Exercise prompt:
In the listing below, start your output at the line with "assert!((own.width - ink.bounds.width()" and end it after the line with "let middle = ink.bounds.center()", copying every line exactly.

Extracted data:
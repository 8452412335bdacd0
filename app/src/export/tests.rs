//! The writers on small figures.

use super::*;
use chem::drawing::{Drawing, End, Mark};
use chem::element::Element;
use chem::ink::{Caption, STYLES, Tone, compose};
use chem::molecule::{Atom, AtomIx, Bond, Molecule, Order};
use std::process::Command;

/// A zwitterion with wedge, charges, subscripts and a caption.
fn figure() -> Ink {
    let atom = |element, charge| {
        let mut atom = Atom::new(element);
        atom.charge = charge;
        atom
    };
    let atoms = vec![
        atom(Element::C, 0),
        atom(Element::C, 0),
        atom(Element::N, 1),
        atom(Element::C, 0),
        atom(Element::O, 0),
        atom(Element::O, -1),
    ];
    let bond = |a: usize, b: usize, order| Bond {
        ends: [AtomIx::new(a), AtomIx::new(b)],
        order,
    };
    let bonds = vec![
        bond(1, 0, Order::Single),
        bond(1, 2, Order::Single),
        bond(1, 3, Order::Single),
        bond(3, 4, Order::Double),
        bond(3, 5, Order::Single),
    ];
    let points = [
        (-0.87, -0.5),
        (0.0, 0.0),
        (0.0, 1.0),
        (0.87, -0.5),
        (0.87, -1.5),
        (1.73, 0.0),
    ]
    .map(kurbo::Point::from);
    let marks = vec![
        Mark::Plain,
        Mark::Hashed(End::First),
        Mark::Plain,
        Mark::Plain,
        Mark::Plain,
    ];
    let molecule = Molecule::new(atoms, bonds).unwrap();
    let drawing = Drawing::new(molecule, points.to_vec(), marks).unwrap();
    let caption = Caption {
        atoms: vec![AtomIx::new(1)],
        locant: "2".to_owned(),
        descriptor: Some("R".to_owned()),
        tone: Tone::Agrees,
    };
    compose(&drawing, &STYLES[0], &[caption], None)
}

fn facts() -> Facts {
    Facts {
        title: "Lot KX-7 <rev. B>".to_owned(),
        description: "2R, \"free\" amino acid & salt".to_owned(),
        keywords: vec!["2R".to_owned()],
        creator: "Wedgewright".to_owned(),
        date: Some(Date {
            year: 2031,
            month: 2,
            day: 3,
            hour: 4,
            minute: 5,
            second: 6,
        }),
    }
}

#[test]
fn the_page_is_the_ink_with_its_margin_or_as_wide_as_asked() {
    let (ink, facts) = (figure(), facts());
    let own = Sheet::fit(&ink, 3.0, None, &facts).unwrap();
    assert!((own.width - ink.bounds.width() - 6.0).abs() < 1e-9);
    let corner = ink.bounds.origin() + own.offset;
    assert!(corner.distance(kurbo::Point::new(3.0, 3.0)) < 1e-9);
    let asked = 84.0 * POINTS_PER_MM;
    let wide = Sheet::fit(&ink, 3.0, Some(asked), &facts).unwrap();
    assert!((wide.width - asked).abs() < 1e-12);
    let middle = ink.bounds.center() + wide.offset;
    assert!((middle.x - 0.5 * asked).abs() < 1e-9);
    assert!((wide.height - own.height).abs() < 1e-12);
}

#[test]
fn a_figure_that_does_not_fit_is_an_error_that_names_a_width_that_would() {
    let (ink, facts) = (figure(), facts());
    let error = Sheet::fit(&ink, 3.0, Some(20.0), &facts).unwrap_err();
    let needed = ink.bounds.width();
    assert_eq!(
        error,
        SheetError::TooWide {
            needed,
            asked: 20.0
        }
    );
    let text = error.to_string();
    let named: f64 = text.split_whitespace().nth(3).unwrap().parse().unwrap();
    assert!(Sheet::fit(&ink, 3.0, Some(named * POINTS_PER_MM), &facts).is_ok());
    for bad in [f64::NAN, -1.0, 0.0, f64::INFINITY] {
        assert!(matches!(
            Sheet::fit(&ink, 3.0, Some(bad), &facts),
            Err(SheetError::NoSize(_))
        ));
    }
    assert!(Sheet::fit(&ink, f64::NAN, None, &facts).is_err());
}

/// Fails unless every element is closed in turn, attributes are quoted and no bare `&` or `<` stands.
/// Returns the names of the elements.
fn well_formed(xml: &str) -> Vec<String> {
    let (mut open, mut names) = (Vec::new(), Vec::new());
    let mut rest = xml;
    while let Some(at) = rest.find('<') {
        assert!(!rest[..at].contains('>'), "stray >");
        let text = rest[..at].replace("&amp;", "").replace("&lt;", "");
        let text = text.replace("&gt;", "").replace("&quot;", "");
        assert!(!text.contains('&'), "{text}");
        let end = at + rest[at..].find('>').expect("an open tag");
        let tag = &rest[at + 1..end];
        rest = &rest[end + 1..];
        if tag.starts_with('?') {
            continue;
        }
        assert_eq!(tag.matches('"').count() % 2, 0, "{tag}");
        let name = tag
            .trim_start_matches('/')
            .split([' ', '/'])
            .next()
            .unwrap();
        if tag.starts_with('/') {
            assert_eq!(open.pop().as_deref(), Some(name));
        } else {
            names.push(name.to_owned());
            if !tag.ends_with('/') {
                open.push(name.to_owned());
            }
        }
    }
    assert!(open.is_empty());
    names
}

#[test]
fn svg_is_well_formed_and_has_its_size_in_millimetres() {
    let (ink, facts) = (figure(), facts());
    let sheet = Sheet::fit(&ink, 3.0, Some(84.0 * POINTS_PER_MM), &facts).unwrap();
    let outlines = svg::write(&sheet, svg::TextAs::Outlines);
    let names = well_formed(&outlines);
    assert!(outlines.contains(r#" width="84mm""#) && outlines.contains(r#"role="img""#));
    assert!(outlines.contains(r#"viewBox="0 0 238.11 "#), "{outlines}");
    assert!(outlines.contains("Lot KX-7 &lt;rev. B&gt;</title>"));
    assert!(!names.contains(&"text".to_owned()));
    let text = svg::write(&sheet, svg::TextAs::Text);
    let names = well_formed(&text);
    // a label is one text: NH3+, O, O−, 2R
    assert_eq!(names.iter().filter(|n| *n == "text").count(), 4);
    assert!(text.contains(r#"font-style="italic">R</tspan>"#));
    let empty = Facts::default();
    let bare = svg::write(
        &Sheet::fit(&ink, 0.0, None, &empty).unwrap(),
        svg::TextAs::Text,
    );
    assert!(!well_formed(&bare).contains(&"title".to_owned()));
}

#[test]
fn png_has_exactly_the_pixels_and_the_physical_size_asked_for() {
    let (ink, facts) = (figure(), facts());
    let sheet = Sheet::fit(&ink, 3.0, Some(84.0 * POINTS_PER_MM), &facts).unwrap();
    // 84 mm are 992.1 and 3968.5 pixels
    for (dpi, width, per_metre) in [(300.0, 992, 11811), (1200.0, 3969, 47244)] {
        let bytes = png::write(&sheet, dpi, png::Depth::Grey).unwrap();
        let decoder = ::png::Decoder::new(std::io::Cursor::new(bytes));
        let mut reader = decoder.read_info().unwrap();
        let mut data = vec![0; reader.output_buffer_size().unwrap()];
        reader.next_frame(&mut data).unwrap();
        let info = reader.info();
        assert_eq!(info.width, width);
        assert!((f64::from(info.height) - sheet.height * dpi / 72.0).abs() <= 0.5);
        let dims = info.pixel_dims.unwrap();
        assert_eq!((dims.xppu, dims.yppu), (per_metre, per_metre));
        assert_eq!(dims.unit, ::png::Unit::Meter);
        assert_eq!(info.color_type, ::png::ColorType::Grayscale);
        assert!(data.contains(&0) && data[0] == 255 && data[data.len() - 1] == 255);
        let title = info.uncompressed_latin1_text.iter();
        assert!(
            title
                .clone()
                .any(|t| t.keyword == "Title" && t.text == facts.title)
        );
    }
}

#[test]
fn png_in_two_levels_shows_the_same_figure() {
    let (ink, facts) = (figure(), facts());
    let sheet = Sheet::fit(&ink, 3.0, None, &facts).unwrap();
    let dark = |depth| {
        let bytes = png::write(&sheet, 400.0, depth).unwrap();
        let mut decoder = ::png::Decoder::new(std::io::Cursor::new(bytes));
        decoder.set_transformations(::png::Transformations::EXPAND);
        let mut reader = decoder.read_info().unwrap();
        let mut data = vec![0; reader.output_buffer_size().unwrap()];
        reader.next_frame(&mut data).unwrap();
        data.iter().map(|v| *v < 128).collect::<Vec<bool>>()
    };
    assert_eq!(dark(png::Depth::Grey), dark(png::Depth::BlackWhite));
}

#[test]
fn png_refuses_what_it_cannot_make() {
    let (ink, facts) = (figure(), facts());
    let sheet = Sheet::fit(&ink, 3.0, Some(5000.0), &facts).unwrap();
    for dpi in [0.0, -5.0, f64::NAN, 1e9] {
        assert!(matches!(
            png::write(&sheet, dpi, png::Depth::Grey),
            Err(png::PngError::Resolution(_))
        ));
    }
    assert!(matches!(
        png::write(&sheet, 10_000.0, png::Depth::Grey),
        Err(png::PngError::TooLarge { .. })
    ));
}

/// What a program says of a file, if the program is there.
fn ask(program: &str, after: &[&str], pdf: &[u8]) -> Option<String> {
    let dir = tempfile::tempdir().unwrap();
    let path = dir.path().join("figure.pdf");
    std::fs::write(&path, pdf).unwrap();
    let output = Command::new(program).arg(&path).args(after).output().ok()?;
    assert!(output.status.success(), "{program}: {output:?}");
    Some(String::from_utf8_lossy(&output.stdout).into_owned())
}

#[test]
fn pdf_has_exactly_the_page_and_gives_its_labels_as_words() {
    let (ink, facts) = (figure(), facts());
    let sheet = Sheet::fit(&ink, 3.0, Some(240.0), &facts).unwrap();
    let bytes = pdf::write(&sheet).unwrap();
    assert!(bytes.starts_with(b"%PDF-1."));
    assert_eq!(bytes, pdf::write(&sheet).unwrap());
    if let Some(text) = ask("pdftotext", &["-"], &bytes) {
        let words: Vec<&str> = text.split_whitespace().collect();
        for word in ["NH3+", "O", "O−", "2R"] {
            assert!(words.contains(&word), "{word} in {words:?}");
        }
    }
    if let Some(info) = ask("pdfinfo", &[], &bytes) {
        let height = format!("{:.6}", sheet.height);
        let page = info.lines().find(|l| l.starts_with("Page size")).unwrap();
        assert!(
            page.contains(" 240 x ") && page.contains(&height[..5]),
            "{page} {height}"
        );
        assert!(
            info.contains(&facts.title) && info.contains("2031"),
            "{info}"
        );
    }
}

#[test]
fn pdf_of_nothing_opens_and_one_of_a_wall_is_refused() {
    let (empty, facts) = (compose(&Drawing::empty(), &STYLES[0], &[], None), facts());
    let sheet = Sheet::fit(&empty, 0.0, None, &facts).unwrap();
    assert!(pdf::write(&sheet).is_ok());
    assert!(png::write(&sheet, 300.0, png::Depth::Grey).is_ok());
    well_formed(&svg::write(&sheet, svg::TextAs::Outlines));
    let wall = Sheet::fit(&empty, 0.0, Some(20_000.0), &facts).unwrap();
    assert_eq!(pdf::write(&wall).err(), Some(pdf::PdfError::PageSize));
}
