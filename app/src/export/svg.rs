//! SVG: lengths in millimetres outside, points inside.

use super::{POINTS_PER_MM, Piece, Sheet, pieces};
use chem::ink::{Face, Shape, TextRun};
use kurbo::{BezPath, PathEl, Point, Vec2};
use std::fmt::Write as _;

/// How text is written.
#[derive(Clone, Copy, Debug, PartialEq, Eq, Default)]
pub enum TextAs {
    /// As outlines: looks the same everywhere. What publishers and offices ask for.
    #[default]
    Outlines,
    /// As text: can be searched and edited, in whatever face the reader has.
    Text,
}

/// Writes a sheet. Black only, no script, nothing from outside the file.
pub fn write(sheet: &Sheet<'_>, text: TextAs) -> String {
    let mut out = String::new();
    head(&mut out, sheet);
    for piece in pieces(&sheet.ink.items) {
        match (piece, text) {
            (Piece::Mark(Shape::Stroke(path, width)), _) => {
                let d = path_data(path, sheet.offset);
                let width = number(*width);
                line(
                    &mut out,
                    &format!(
                        r##"<path d="{d}" fill="none" stroke="#000" stroke-width="{width}" stroke-linecap="round" stroke-linejoin="round"/>"##
                    ),
                );
            }
            (Piece::Mark(Shape::Fill(path)), _) => fill(&mut out, path, sheet.offset),
            (Piece::Mark(Shape::Text(run)), _) => fill(&mut out, &run.outline, sheet.offset),
            (Piece::Words(runs), TextAs::Outlines) => {
                let mut whole = BezPath::new();
                for run in runs {
                    whole.extend(run.outline.elements().iter().copied());
                }
                fill(&mut out, &whole, sheet.offset);
            }
            (Piece::Words(runs), TextAs::Text) => words(&mut out, &runs, sheet.offset),
        }
    }
    line(&mut out, "</svg>");
    out
}

fn head(out: &mut String, sheet: &Sheet<'_>) {
    let facts = sheet.facts;
    let (width, height) = (number(sheet.width), number(sheet.height));
    let mm = |points: f64| number(points / POINTS_PER_MM);
    let (width_mm, height_mm) = (mm(sheet.width), mm(sheet.height));
    let mut labels = Vec::new();
    if !facts.title.is_empty() {
        labels.push("figure-title");
    }
    if !facts.description.is_empty() {
        labels.push("figure-desc");
    }
    let labelled = if labels.is_empty() {
        String::new()
    } else {
        format!(r#" aria-labelledby="{}""#, labels.join(" "))
    };
    line(out, r#"<?xml version="1.0" encoding="UTF-8"?>"#);
    line(
        out,
        &format!(
            r#"<svg xmlns="http://www.w3.org/2000/svg" width="{width_mm}mm" height="{height_mm}mm" viewBox="0 0 {width} {height}" role="img"{labelled}>"#
        ),
    );
    if !facts.title.is_empty() {
        let title = escape(&facts.title);
        line(out, &format!(r#"<title id="figure-title">{title}</title>"#));
    }
    if !facts.description.is_empty() {
        let words = escape(&facts.description);
        line(out, &format!(r#"<desc id="figure-desc">{words}</desc>"#));
    }
}

fn fill(out: &mut String, path: &BezPath, offset: Vec2) {
    if !path.elements().is_empty() {
        line(out, &format!(r#"<path d="{}"/>"#, path_data(path, offset)));
    }
}

/// A label as one text, each run in its place.
fn words(out: &mut String, runs: &[&TextRun], offset: Vec2) {
    out.push_str(r#"<text font-family="'Noto Sans', Arial, Helvetica, sans-serif">"#);
    for run in runs {
        let at = run.origin + offset;
        let style = match run.face {
            Face::Upright => "",
            Face::Italic => r#" font-style="italic""#,
        };
        let (x, y, size) = (number(at.x), number(at.y), number(run.size));
        let text = escape(&run.text);
        let _ = write!(
            out,
            r#"<tspan x="{x}" y="{y}" font-size="{size}"{style}>{text}</tspan>"#
        );
    }
    line(out, "</text>");
}

fn line(out: &mut String, text: &str) {
    out.push_str(text);
    out.push('\n');
}

/// A path in SVG's words, moved; a thousandth of a point is finer than any press.
fn path_data(path: &BezPath, offset: Vec2) -> String {
    let mut d = String::new();
    let point = |d: &mut String, p: Point| {
        let p = p + offset;
        d.push_str(&number(p.x));
        d.push(' ');
        d.push_str(&number(p.y));
    };
    let many = |d: &mut String, letter: char, points: &[Point]| {
        d.push(letter);
        for (i, p) in points.iter().enumerate() {
            if i > 0 {
                d.push(' ');
            }
            point(d, *p);
        }
    };
    for element in path.elements() {
        match *element {
            PathEl::MoveTo(p) => many(&mut d, 'M', &[p]),
            PathEl::LineTo(p) => many(&mut d, 'L', &[p]),
            PathEl::QuadTo(a, p) => many(&mut d, 'Q', &[a, p]),
            PathEl::CurveTo(a, b, p) => many(&mut d, 'C', &[a, b, p]),
            PathEl::ClosePath => d.push('Z'),
        }
    }
    d
}

/// A number with at most three decimals and no idle zeros.
fn number(v: f64) -> String {
    let mut s = format!("{v:.3}");
    if s.contains('.') {
        s.truncate(s.trim_end_matches('0').trim_end_matches('.').len());
    }
    if s == "-0" { "0".to_owned() } else { s }
}

/// Text as XML allows it; characters that XML forbids are left out.
fn escape(text: &str) -> String {
    let mut out = String::with_capacity(text.len());
    for c in text.chars() {
        match c {
            '&' => out.push_str("&amp;"),
            '<' => out.push_str("&lt;"),
            '>' => out.push_str("&gt;"),
            '"' => out.push_str("&quot;"),
            '\t' | '\n' | '\r' => out.push(' '),
            '\u{fffe}' | '\u{ffff}' => {}
            c if c.is_control() => {}
            c => out.push(c),
        }
    }
    out
}

#[cfg(test)]
mod tests {
    use super::*;

    #[test]
    fn numbers_are_short() {
        assert_eq!(number(-0.0001), "0");
        assert_eq!(number(12.5), "12.5");
        assert_eq!(number(100.0), "100");
        assert_eq!(number(1.0 / 3.0), "0.333");
    }

    #[test]
    fn text_cannot_break_out() {
        assert_eq!(escape("a<b>&\"\u{0}\n"), "a&lt;b&gt;&amp;&quot; ");
    }
}
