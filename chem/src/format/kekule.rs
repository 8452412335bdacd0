//! Aromatic bonds turned into alternating single and double bonds.
//!
//! The atoms that need a double bond are paired along aromatic bonds (a matching in a graph with odd
//! rings: Edmonds 1965). An atom that may do without is paired only where that is possible; if it is
//! open which of several such atoms goes without, there is no answer. Each format says for itself what
//! its atoms need.

use super::pairing::Pairing;
use crate::molecule::{Bond, Order};

/// How an atom with aromatic bonds stands to a double bond.
#[derive(Clone, Copy, Debug, PartialEq, Eq)]
pub(super) enum Need {
    /// Must have one.
    Must,
    /// Has one, or a hydrogen or free electrons in its place.
    May,
    /// Has none.
    Never,
}

/// Why aromatic bonds could not be localised; atoms by index.
#[derive(Clone, Debug, PartialEq, Eq)]
pub(super) enum Fault {
    /// No alternating single and double bonds: this atom is left over.
    NoPattern(usize),
    /// It is open which of several atoms goes without a double bond: the one that was left, all of them.
    SeveralPatterns(usize, Vec<usize>),
    /// The bound of work was reached at this atom.
    TooLarge(usize),
}

/// Sets the orders of the aromatic bonds (indices into `bonds`, which hold them as single ones) by what
/// each atom needs.
pub(super) fn localize(need: &[Need], bonds: &mut [Bond], aromatic: &[usize]) -> Result<(), Fault> {
    let mut edges = vec![Vec::new(); need.len()];
    for i in aromatic {
        let [a, b] = bonds[*i].ends.map(|e| e.index());
        if need[a] != Need::Never && need[b] != Need::Never {
            edges[a].push(b);
            edges[b].push(a);
        }
    }
    let mut mates = vec![None; need.len()];
    for system in systems(&edges) {
        pair(&system, &edges, need, &mut mates)?;
    }
    for i in aromatic {
        let [a, b] = bonds[*i].ends.map(|e| e.index());
        if mates[a] == Some(b) {
            bonds[*i].order = Order::Double;
        }
    }
    Ok(())
}

/// Atoms that hang together by edges, in ascending order.
fn systems(edges: &[Vec<usize>]) -> Vec<Vec<usize>> {
    let mut seen = vec![false; edges.len()];
    let mut systems = Vec::new();
    for start in 0..edges.len() {
        if std::mem::replace(&mut seen[start], true) {
            continue;
        }
        let mut system = vec![start];
        let mut next = 0;
        while let Some(v) = system.get(next).copied() {
            next += 1;
            for to in &edges[v] {
                if !std::mem::replace(&mut seen[*to], true) {
                    system.push(*to);
                }
            }
        }
        system.sort_unstable();
        systems.push(system);
    }
    systems
}

/// Pairs the atoms of one system.
fn pair(
    system: &[usize],
    edges: &[Vec<usize>],
    need: &[Need],
    mates: &mut [Option<usize>],
) -> Result<(), Fault> {
    let own = |atom: &usize| system.binary_search(atom).unwrap_or(0);
    let local = system
        .iter()
        .map(|atom| edges[*atom].iter().map(own).collect())
        .collect();
    let need_of = |v: usize| need[system[v]];
    let mut pairing = Pairing::new(local);
    for v in (0..system.len()).filter(|v| need_of(*v) == Need::Must) {
        if pairing.mate(v).is_some() {
            continue;
        }
        // an atom that may go without gives way to one that must not
        let covered = pairing.cover(v, |w| need_of(w) == Need::May);
        if pairing.is_exhausted() {
            return Err(Fault::TooLarge(system[v]));
        }
        if !covered {
            return Err(Fault::NoPattern(system[v]));
        }
    }
    let optional = || (0..system.len()).filter(|v| need_of(*v) == Need::May);
    for v in optional() {
        if pairing.mate(v).is_none() {
            pairing.cover(v, |_| false);
        }
    }
    for v in optional().filter(|v| pairing.mate(*v).is_none()) {
        let mut rivals = pairing.exchangeable(v, |w| need_of(w) == Need::May);
        if !rivals.is_empty() {
            rivals.push(v);
            rivals.sort_unstable();
            let atoms = rivals.into_iter().map(|w| system[w]).collect();
            return Err(Fault::SeveralPatterns(system[v], atoms));
        }
        if pairing.is_exhausted() {
            return Err(Fault::TooLarge(system[v]));
        }
    }
    for (v, atom) in system.iter().enumerate() {
        mates[*atom] = pairing.mate(v).map(|w| system[w]);
    }
    Ok(())
}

Exercise response:
    assert!((own.width - ink.bounds.width() - 6.0).abs() < 1e-9);
    let corner = ink.bounds.origin() + own.offset;
    assert!(corner.distance(kurbo::Point::new(3.0, 3.0)) < 1e-9);
    let asked = 84.0 * POINTS_PER_MM;
    let wide = Sheet::fit(&ink, 3.0, Some(asked), &facts).unwrap();
    assert!((wide.width - asked).abs() < 1e-12);
    let middle = ink.bounds.center() + wide.offset;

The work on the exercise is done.